## Input material:
────────────────────

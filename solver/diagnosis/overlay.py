"""Convergence of several runs of one problem, side by side (plot-ready plain data).

For each run: the best maximal violation so far (SMO; the interior-point relative gap for
QP runs, which have no violation column) and the objective gap D_k − D* relative to
max(1, |D*|), where D* is the lowest final dual objective among the runs rebuilt from
their α — against iterations and against seconds.  Traces record no per-iteration time,
so the seconds axis places iteration k at setup + k × (loop seconds / iterations): an
estimate at the run's average rate, said so in the caption.  No files are read here.
"""

from __future__ import annotations

from collections.abc import Sequence
from typing import Any

import numpy as np

from ..errors import InvalidInputError
from ..run import RunRecord

__all__ = ["overlay_series", "OVERLAY_POINTS"]

#: points per curve (evenly spaced rows of the trace, the last row always kept)
OVERLAY_POINTS = 1500

SECONDS_NOTE = ("seconds are estimated: a trace records no per-iteration time, so iteration k "
                "is placed at setup + k × (loop seconds / iterations) of its run")


def _pick(rows: int) -> np.ndarray:
    return np.unique(np.linspace(0, rows - 1, min(rows, OVERLAY_POINTS)).astype(np.int64))


def overlay_series(records: Sequence[RunRecord], labels: Sequence[str] | None = None,
                   *, allow_mismatch: bool = False) -> dict[str, Any]:
    """Plot-ready data for the overlay of ``records`` (two or more runs of one problem).

    Runs of different problems are refused (InvalidInputError naming the differences)
    unless ``allow_mismatch``; runs without trace rows are listed in ``without_trace``.
    """
    from ..agreement import problem_differences

    recs = list(records)
    if len(recs) < 2:
        raise InvalidInputError("an overlay needs at least two runs")
    labels = list(labels) if labels is not None else [r.run_id or f"run {k + 1}"
                                                      for k, r in enumerate(recs)]
    diffs = [d for r in recs[1:] for d in problem_differences(recs[0].problem, r.problem,
                                                             recs[0].data, r.data)]
    if diffs and not allow_mismatch:
        raise InvalidInputError("the runs solve different problems, so their convergence "
                                "cannot be overlaid: " + "; ".join(sorted(set(diffs))))
    best = min(r.problem.objective(np.asarray(r.result.alpha)) for r in recs)
    scale = max(1.0, abs(best))
    runs, without = [], []
    for label, rec in zip(labels, recs, strict=True):
        res, tr = rec.result, rec.result.trace
        if tr is None or tr.n_rows == 0:
            without.append(label)
            continue
        cols = tr.columns
        k = _pick(tr.n_rows)
        it = np.asarray(cols["iteration"], dtype=np.float64)
        if "violation" in cols:
            v = np.minimum.accumulate(np.asarray(cols["violation"], dtype=np.float64))
            measure, values = "best maximal violation so far", np.asarray(cols["objective"])
        else:
            v = np.asarray(cols.get("relative_gap", np.full(it.size, np.nan)), np.float64)
            measure, values = "relative gap (interior point)", np.asarray(cols["primal_objective"])
        extra = res.extra or {}
        loop = float(extra.get("solve_seconds", res.seconds))
        setup = float(extra.get("setup_seconds", 0.0) or 0.0)
        rate = loop / max(int(res.iterations), 1)
        gap = (np.asarray(values, dtype=np.float64) - best) / scale
        runs.append({"label": label, "run_id": rec.run_id, "solver": res.solver,
                     "status": res.status.label, "measure": measure,
                     "iterations": it[k].tolist(), "seconds": (setup + it[k] * rate).tolist(),
                     "violation": v[k].tolist(), "objective_gap": gap[k].tolist(),
                     "kkt_tol": float(res.certificate.kkt_tol)})
    return {"runs": runs, "without_trace": without, "best_objective": float(best),
            "objective_scale": scale, "seconds_note": SECONDS_NOTE,
            "mismatch": sorted(set(diffs))}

────────────────────

All lines above between those holding "runs without trace" and "(setup + it[k]", inclusive, must be set down unchanged, and no other line may be included.

## Finished exercise:
    unless ``allow_mismatch``; runs without trace rows are listed in ``without_trace``.
    """
    from ..agreement import problem_differences

    recs = list(records)
    if len(recs) < 2:
        raise InvalidInputError("an overlay needs at least two runs")
    labels = list(labels) if labels is not None else [r.run_id or f"run {k + 1}"
                                                      for k, r in enumerate(recs)]
    diffs = [d for r in recs[1:] for d in problem_differences(recs[0].problem, r.problem,
                                                             recs[0].data, r.data)]
    if diffs and not allow_mismatch:
        raise InvalidInputError("the runs solve different problems, so their convergence "
                                "cannot be overlaid: " + "; ".join(sorted(set(diffs))))
    best = min(r.problem.objective(np.asarray(r.result.alpha)) for r in recs)
    scale = max(1.0, abs(best))
    runs, without = [], []
    for label, rec in zip(labels, recs, strict=True):
        res, tr = rec.result, rec.result.trace
        if tr is None or tr.n_rows == 0:
            without.append(label)
            continue
        cols = tr.columns
        k = _pick(tr.n_rows)
        it = np.asarray(cols["iteration"], dtype=np.float64)
        if "violation" in cols:
            v = np.minimum.accumulate(np.asarray(cols["violation"], dtype=np.float64))
            measure, values = "best maximal violation so far", np.asarray(cols["objective"])
        else:
            v = np.asarray(cols.get("relative_gap", np.full(it.size, np.nan)), np.float64)
            measure, values = "relative gap (interior point)", np.asarray(cols["primal_objective"])
        extra = res.extra or {}
        loop = float(extra.get("solve_seconds", res.seconds))
        setup = float(extra.get("setup_seconds", 0.0) or 0.0)
        rate = loop / max(int(res.iterations), 1)
        gap = (np.asarray(values, dtype=np.float64) - best) / scale
        runs.append({"label": label, "run_id": rec.run_id, "solver": res.solver,
                     "status": res.status.label, "measure": measure,
                     "iterations": it[k].tolist(), "seconds": (setup + it[k] * rate).tolist(),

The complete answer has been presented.